[[ RECORDS TO USE open ]]
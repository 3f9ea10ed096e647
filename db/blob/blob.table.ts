import type { Generated } from "kysely";
import { z } from "zod";
import { bytes, moment, sha256Column } from "../column";

export const blobRow = z.object({
  id: z.number(),
  /** Of the bytes before `codec`; null until the blob is stored whole. */
  sha256: sha256Column.nullable(),
  state: z.enum(["receiving", "stored"]),
  codec: z.enum(["none", "deflate"]),
  /** Length before `codec`. */
  size: z.number(),
  created_at: moment,
});

export type BlobTable = Omit<z.infer<typeof blobRow>, "id"> & { id: Generated<number> };

export const blobPartRow = z.object({ blob_id: z.number(), n: z.number(), bytes });

export type BlobPartTable = z.infer<typeof blobPartRow>;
[[ RECORDS TO USE closed ]]
:: YOUR INSTRUCTIONS ::
Copy each entry exactly. Omit none.

:: EXERCISE RESPONSE ::
repository 3f9ea10ed096e647
filename db/blob/blob.table.ts
import type { Generated } from "kysely";
import { z } from "zod";
import { bytes, moment, sha256Column } from "../column";

export const blobRow = z.object({
  id: z.number(),
  /** Of the bytes before `codec`; null until the blob is stored whole. */
  sha256: sha256Column.nullable(),
  state: z.enum(["receiving", "stored"]),
  codec: z.enum(["none", "deflate"]),
  /** Length before `codec`. */
  size: z.number(),
  created_at: moment,
});

export type BlobTable = Omit<z.infer<typeof blobRow>, "id"> & { id: Generated<number> };

export const blobPartRow = z.object({ blob_id: z.number(), n: z.number(), bytes });

export type BlobPartTable = z.infer<typeof blobPartRow>;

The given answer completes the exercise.